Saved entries

################

def _require_geometry(surface: Surface) -> None:
    v, f = surface.vertices, surface.faces
    bad_v = ~np.all(np.isfinite(v), axis=1)
    if bad_v.any():
        first = int(np.flatnonzero(bad_v)[0])
        raise MeshGeometryError(
            f"{surface.source}: {int(bad_v.sum())} vertices have NaN or infinite coordinates "
            f"(first: vertex {first} = {v[first].tolist()}); re-export the surface from the "
            "tool that made it."
        )
    if len(f):
        bad_f = np.any((f < 0) | (f >= len(v)), axis=1)
        if bad_f.any():
            first = int(np.flatnonzero(bad_f)[0])
            raise MeshGeometryError(
                f"{surface.source}: {int(bad_f.sum())} faces index vertices that do not exist "
                f"(first: face {first} = {f[first].tolist()}, valid indices 0..{len(v) - 1}); "
                "the file is corrupt or truncated, re-export it."
            )


def repair_mesh(surface: Surface, *, keep_largest_component: bool = False,
                fill_holes: bool = False,
                max_hole_edges: int = defaults.MAX_HOLE_EDGES) -> Surface:
    """Apply the safe repairs (and the optional ones asked for), recording each.

    Parameters
    ----------
    surface : Surface
        Vertices (V, 3) mm, faces (F, 3).
    keep_largest_component : bool, keyword-only
        Keep only the component with the most faces (dropping the others is reported).
    fill_holes : bool, keyword-only
        Close boundary loops of at most ``max_hole_edges`` edges: a triangle for a
        3-edge loop, else a fan around a new vertex at the loop's centroid.
    max_hole_edges : int, keyword-only
        Largest loop closed by ``fill_holes`` (edges).

    Returns
    -------
    Surface
        The repaired surface; ``history`` extended by one entry per step that changed
        something (unchanged input gives the same surface back).

    Raises
    ------
    MeshGeometryError
        Non-finite coordinates or face indices out of range (not safely repairable).
    """
    if not isinstance(surface, Surface):
        raise TypeError(f"repair_mesh expects a Surface, got {type(surface).__name__}")
    if int(max_hole_edges) < 3:
        raise ValueError(f"max_hole_edges must be >= 3, got {max_hole_edges!r}")
    _require_geometry(surface)
    v = np.array(surface.vertices)
    f = np.array(surface.faces)
    steps: list[str] = []

    # 1. duplicate vertices
    rep = _duplicate_groups(v, defaults.MERGE_TOLERANCE_MM)
    n_dup = int(np.count_nonzero(rep != np.arange(len(v))))
    if n_dup:
        f = rep[f]
        steps.append(f"merged {n_dup} duplicate vertices (tolerance "
                     f"{defaults.MERGE_TOLERANCE_MM:g} mm)")

    # 2. faces with a repeated vertex, and duplicate faces
    repeated = (f[:, 0] == f[:, 1]) | (f[:, 1] == f[:, 2]) | (f[:, 2] == f[:, 0])
    if repeated.any():
        f = f[~repeated]
        steps.append(f"removed {int(repeated.sum())} degenerate faces with a repeated vertex")
    if len(f):
        first = _first_of_each_face(f, len(v))
        if len(first) < len(f):
            steps.append(f"removed {len(f) - len(first)} duplicate faces")
            f = f[np.sort(first)]

    # 3. largest component (only when asked)
    if keep_largest_component and len(f):
        n_comp, label = _vertex_components(_topology(f, len(v)), len(v))
        if n_comp > 1:
            face_comp = label[f[:, 0]]
            sizes = np.bincount(face_comp, minlength=n_comp)
            keep = int(np.argmax(sizes))
            steps.append(f"kept the largest of {n_comp} components ({int(sizes[keep])} faces); "
                         f"dropped {len(f) - int(sizes[keep])} faces in {n_comp - 1} other "
                         "component(s)")
            f = f[face_comp == keep]

    # 4. consistent orientation
    f, n_flipped = _orient_consistently(f, len(v))
    if n_flipped:
        steps.append(f"flipped {n_flipped} faces to make the orientation consistent")

    # 5. holes (only when asked)
    if fill_holes and len(f):
        v, f, msg = _fill_holes(v, f, int(max_hole_edges))
        if msg:
            steps.append(msg)

    # 6. zero-area caps: flip their longest edge
    if len(f):
        f, n_caps, _n_left = _flip_caps(v, f)
        if n_caps:
            steps.append(f"flipped the longest edge of {n_caps} zero-area faces")
        # faces still of zero area (n_left) stay; validation reports them as degenerate

    # 7. unreferenced vertices
    used = np.zeros(len(v), dtype=bool)
    used[f.reshape(-1)] = True
    n_unused = int(len(v) - used.sum())
    if n_unused:
        new_index = np.cumsum(used) - 1
        v = v[used]
        f = new_index[f]
        steps.append(f"removed {n_unused} unreferenced vertices")

    # 8. outward, per component
    if len(f):
        f, n_out = _orient_outward(v, f)
        if n_out:
            steps.append(f"flipped {n_out} faces so that the normals point outward "
                         "(enclosed volume was negative)")

    if not steps:
        return surface
    out = surface
    for k, step in enumerate(steps):
        last = k == len(steps) - 1
        out = out.with_step(step, vertices=v if last else None, faces=f if last else None)
    return out


def _first_of_each_face(f: np.ndarray, n_vertices: int) -> np.ndarray:
    """Index of the first occurrence of each distinct face (vertex set), ascending order."""
    s = np.sort(f, axis=1)
    n = max(int(n_vertices), 1)
    if n ** 3 < 2**62:
        key = (s[:, 0] * np.int64(n) + s[:, 1]) * np.int64(n) + s[:, 2]
        _, first = np.unique(key, return_index=True)
    else:
        _, first = np.unique(s, axis=0, return_index=True)
    return first


def _orient_consistently(f: np.ndarray, n_vertices: int) -> tuple[np.ndarray, int]:
    """Flip faces so that every two-face edge is traversed in opposite directions.

    Uses a doubled face graph: node (face, state) linked to (neighbour, state XOR
    parity), parity 1 when the two faces traverse their shared edge the same way. A
    component of the face graph is orientable iff its doubled copy splits in two.
    Per component, the smaller of the two consistent flip sets is applied;
    non-orientable components are left as they are.
    """
    nf = len(f)
    if nf == 0:
        return f, 0
    topo = _topology(f, n_vertices)
    h1, h2 = topo.manifold_pairs()
    parity = topo.he_from[h1] == topo.he_from[h2]
    if not parity.any():
        return f, 0
    g1, g2 = h1 // 3, h2 // 3
    rows = np.concatenate([g1, g1 + nf])
    cols = np.concatenate([np.where(parity, g2 + nf, g2), np.where(parity, g2, g2 + nf)])
    doubled = sparse.coo_matrix((np.ones(len(rows), dtype=np.int8), (rows, cols)),
                                shape=(2 * nf, 2 * nf)).tocsr()
    _, lab2 = csgraph.connected_components(doubled, directed=False)
    plain = sparse.coo_matrix((np.ones(len(g1), dtype=np.int8), (g1, g2)), shape=(nf, nf)).tocsr()
    n_comp, comp = csgraph.connected_components(plain, directed=False)
    seed = np.full(n_comp, nf, dtype=np.int64)
    np.minimum.at(seed, comp, np.arange(nf))
    same_as_seed = lab2[:nf] == lab2[seed[comp]]
    flip_as_seed = lab2[nf:] == lab2[seed[comp]]
    orientable = np.ones(n_comp, dtype=bool)
    np.logical_and.at(orientable, comp, same_as_seed | flip_as_seed)
    np.logical_and.at(orientable, comp, ~(same_as_seed & flip_as_seed))
    flip = flip_as_seed & orientable[comp]
    n_in = np.bincount(comp, minlength=n_comp)
    n_flip = np.bincount(comp, weights=flip, minlength=n_comp)
    invert = (n_flip > n_in / 2) & orientable
    flip = np.where(invert[comp], ~flip & orientable[comp], flip)
    if not flip.any():
        return f, 0
    f = f.copy()
    f[flip] = f[flip][:, ::-1]
    return f, int(flip.sum())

################

Begin at the line that has "f, n_caps, _n_left = _flip_caps(v, f)" in the entries above; stop after the line that has "f, n_out = _orient_outward(v, f)". Transcribe exactly those lines and no others.

        f, n_caps, _n_left = _flip_caps(v, f)
        if n_caps:
            steps.append(f"flipped the longest edge of {n_caps} zero-area faces")
        # faces still of zero area (n_left) stay; validation reports them as degenerate

    # 7. unreferenced vertices
    used = np.zeros(len(v), dtype=bool)
    used[f.reshape(-1)] = True
    n_unused = int(len(v) - used.sum())
    if n_unused:
        new_index = np.cumsum(used) - 1
        v = v[used]
        f = new_index[f]
        steps.append(f"removed {n_unused} unreferenced vertices")

    # 8. outward, per component
    if len(f):
        f, n_out = _orient_outward(v, f)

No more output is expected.